Please quote only the lines that start at the one with "# fmt: skip" and go on to the last line of the data, both ends kept.

Dataset entries:
○ ○ ○
"""The inbox: every file of every source found and hashed, marked new or already ingested;
a file's bytes and text, and the month an extract belongs to (from its name).
"""

from __future__ import annotations

import calendar
import datetime as dt
import hashlib
import os
import re
import time
from dataclasses import dataclass, field
from pathlib import Path

import duckdb

from pipeline.core import identifiers
from pipeline.core.settings import Settings
from pipeline.warehouse.sql_files import read_sql


class FileFault(Exception):
    """A whole file cannot be read; the message names the file and the reason."""


@dataclass
class InboxFile:
    source_id: str
    path: Path
    rel_path: str
    sha256: str
    size_bytes: int
    status: str = (
        "new"  # new | already_ingested | duplicate_file | unreadable | held_back (config drift)
    )
    same_as: str | None = None
    file_id: int | None = None
    #: why the file could not be read at the scan (status unreadable)
    fault: str | None = None
    #: columns the identifier screen flagged and the source config allows, with the reason
    allowed_identifiers: list[identifiers.Finding] = field(default_factory=list)
    #: things worth telling about a file that was ingested (e.g. columns it ignored)
    notes: list[str] = field(default_factory=list)
    #: the patterns the file's name matched: it is stored as its hash (rel_path), never in clear
    name_withheld: list[str] = field(default_factory=list)
    #: the file's status as hashed (:func:`stat_signature`), kept in the ledger so that the next
    #: scan need not read it again; None when it may have changed while it was hashed
    stat: str | None = None
    #: True when the hash was taken from the ledger, the file unchanged since it was hashed
    hash_reused: bool = False

    def safe(self, message: str) -> str:
        """``message`` with the file's name withheld if the name looks identifying."""
        if self.name_withheld:
            message = message.replace(str(self.path), self.rel_path).replace(
                self.path.name, self.rel_path
            )
        return message


def _unreadable(path: Path, exc: OSError) -> FileFault:
    reason = exc.strerror or type(exc).__name__
    hint = (
        "check the file's owner and permissions"
        if isinstance(exc, PermissionError)
        else "check the file"
    )
    return FileFault(
        f"{path}: the file cannot be read ({reason}); {hint}, it is tried again next run"
    )


def read_file_bytes(path: Path) -> bytes:
    """The file's bytes; a file that cannot be read is a :class:`FileFault` naming it."""
    try:
        return path.read_bytes()
    except OSError as exc:
        raise _unreadable(path, exc) from None


#: Bytes hashed per read, into one reused buffer (hashlib releases the interpreter lock while it
#: digests it): the 60 files of the 10M benchmark hashed in 0.7 s instead of 1.1 s with 1 MB reads.
HASH_READ_BYTES = 16 << 20


def sha256_of(path: Path) -> str:
    digest = hashlib.sha256()
    buffer = bytearray(HASH_READ_BYTES)
    view = memoryview(buffer)
    with path.open("rb") as fh:
        while n := fh.readinto(buffer):
            digest.update(view[:n])
    return digest.hexdigest()


#: A file changed less than this long before it was hashed gets no :func:`stat_signature` in
#: the ledger: a second change within the file system's timestamp tick would leave its status as
#: it was, so such a file is hashed again at the next scan.
STAT_SETTLED_NS = 2_000_000_000


def stat_signature(st: os.stat_result) -> str:
    """What says a file is the one hashed before: its device, inode, size, modification time and
    status-change time (ns). Writing to a file, replacing it, and setting its modification time
    back all move its status-change time, which no program can set (POSIX ``stat``); a copy to
    another disk or folder has another inode or device. As version-control systems do to tell an
    unchanged working file (common practice).
    """
    return f"{st.st_dev}:{st.st_ino}:{st.st_size}:{st.st_mtime_ns}:{st.st_ctime_ns}"


def opened_status(path: Path) -> os.stat_result:
    """The file's status, taken from the file opened for reading: on a network file system a
    plain ``stat`` may answer from the client's cache, while opening a file revalidates it
    (close-to-open consistency, as NFS gives; common practice); a file that cannot be read
    fails here as it would when hashed.
    """
    with path.open("rb") as fh:
        return os.fstat(fh.fileno())


def hash_file(path: Path) -> tuple[str, int, str | None]:
    """The file's SHA-256, size and :func:`stat_signature`; the signature is None when the file
    changed while it was read, or had changed less than :data:`STAT_SETTLED_NS` before.
    """
    before = opened_status(path)
    started = time.time_ns()
    sha = sha256_of(path)
    signature = stat_signature(before)
    settled = max(before.st_mtime_ns, before.st_ctime_ns) < started - STAT_SETTLED_NS
    unchanged = stat_signature(opened_status(path)) == signature
    return sha, before.st_size, signature if settled and unchanged else None


def scan_inbox(
    con: duckdb.DuckDBPyConnection | None, settings: Settings, inbox: Path
) -> list[InboxFile]:
    """List every file of every source, in a stable order, marked new or already ingested.

    A file the ledger holds is not read again when its :func:`stat_signature` is the one
    recorded when it was hashed: its hash is the recorded one. Otherwise every file is hashed,
    so a month's scan reads only what arrived or changed, not the whole archive of past extracts
    (unless ``execution.inbox_hashing`` is ``every_file``).
    """
    seen: dict[tuple[str, str], str] = {}  # (source, sha) -> path first ingested with it
    recorded: set[tuple[str, str, str]] = set()  # (source, sha, path) already in the ledger
    hashed: dict[tuple[str, str], tuple[str, str]] = {}  # (source, path) -> (signature, sha)
    reuse = settings.pipeline.execution.inbox_hashing == "changed"
    if con is not None:
        for source_id, sha, path, status, stat in con.execute(
            read_sql("ingest_files_recorded")
        ).fetchall():
            recorded.add((source_id, sha, path))
            if status == "ingested":
                seen.setdefault((source_id, sha), path)
            if stat is not None:  # the latest row of the path wins
                hashed[(source_id, path)] = (stat, sha)
            else:
                hashed.pop((source_id, path), None)
    found: list[InboxFile] = []
    for source in settings.sources:
        folder = inbox / source.folder
        if not folder.is_dir():
            continue
        for path in sorted(folder.glob(source.file_glob)):
            if not path.is_file():
                continue
            rel = path.relative_to(inbox).as_posix()
            # a file name that looks like a person's name, phone number or e-mail address is
            # stored as its hash, before anything is written
            name_flags = sorted(identifiers.file_name_patterns(rel))
            if name_flags:
                month = _month_end_from_name(rel)
                rel = identifiers.withheld_file_name(rel, f"{month:%Y-%m}" if month else None)
            known = hashed.get((source.id, rel)) if reuse else None
            try:
                now = opened_status(path)
                if known is not None and stat_signature(now) == known[0]:
                    (stat, sha), size, reused = known, now.st_size, True
                else:
                    (sha, size, stat), reused = hash_file(path), False
            except OSError as exc:  # held back by land_inbox, with the reason
                bad = InboxFile(
                    source.id, path, rel, "", 0, status="unreadable", name_withheld=name_flags
                )
                bad.fault = bad.safe(str(_unreadable(path, exc)))
                found.append(bad)
                continue
            item = InboxFile(source.id, path, rel, sha, size, name_withheld=name_flags, stat=stat,
                             hash_reused=reused)  # fmt: skip
            earlier = seen.get((source.id, sha))
            if (source.id, sha, rel) in recorded:
                item.status = "already_ingested"
            elif earlier is not None:
                item.status, item.same_as = "duplicate_file", earlier
            else:
                seen[(source.id, sha)] = rel
            found.append(item)
    return found


def _decode(path: Path, data: bytes, encoding: str) -> str:
    if data.startswith(b"\xef\xbb\xbf"):
        data = data[3:]
    try:
        return data.decode("utf-8" if encoding == "utf-8-sig" else encoding)
    except UnicodeDecodeError as exc:
        line = data[: exc.start].count(b"\n") + 1
        raise FileFault(
            f"{path}: line {line}: bytes that are not {encoding} ({data[exc.start : exc.start + 4]!r}); "
            f"re-export the file as {encoding}, or set 'encoding' in the source config"
        ) from None


def _month_end_from_name(name: str) -> dt.date | None:
    match = re.search(r"(20\d{2})[-_]?(0[1-9]|1[0-2])(?!\d)", name)
    if not match:
        return None
    year, month = int(match.group(1)), int(match.group(2))
    return dt.date(year, month, calendar.monthrange(year, month)[1])


def extract_month(rel_path: str, run_period: str) -> str:
    """The month an extract belongs to: from its file name (YYYY-MM or YYYYMM), else the run's."""
    end = _month_end_from_name(rel_path)
    return f"{end.year:04d}-{end.month:02d}" if end else run_period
○ ○ ○
= Result =
                             hash_reused=reused)  # fmt: skip
            earlier = seen.get((source.id, sha))
            if (source.id, sha, rel) in recorded:
                item.status = "already_ingested"
            elif earlier is not None:
                item.status, item.same_as = "duplicate_file", earlier
            else:
                seen[(source.id, sha)] = rel
            found.append(item)
    return found


def _decode(path: Path, data: bytes, encoding: str) -> str:
    if data.startswith(b"\xef\xbb\xbf"):
        data = data[3:]
    try:
        return data.decode("utf-8" if encoding == "utf-8-sig" else encoding)
    except UnicodeDecodeError as exc:
        line = data[: exc.start].count(b"\n") + 1
        raise FileFault(
            f"{path}: line {line}: bytes that are not {encoding} ({data[exc.start : exc.start + 4]!r}); "
            f"re-export the file as {encoding}, or set 'encoding' in the source config"
        ) from None


def _month_end_from_name(name: str) -> dt.date | None:
    match = re.search(r"(20\d{2})[-_]?(0[1-9]|1[0-2])(?!\d)", name)
    if not match:
        return None
    year, month = int(match.group(1)), int(match.group(2))
    return dt.date(year, month, calendar.monthrange(year, month)[1])


def extract_month(rel_path: str, run_period: str) -> str:
    """The month an extract belongs to: from its file name (YYYY-MM or YYYYMM), else the run's."""
    end = _month_end_from_name(rel_path)
    return f"{end.year:04d}-{end.month:02d}" if end else run_period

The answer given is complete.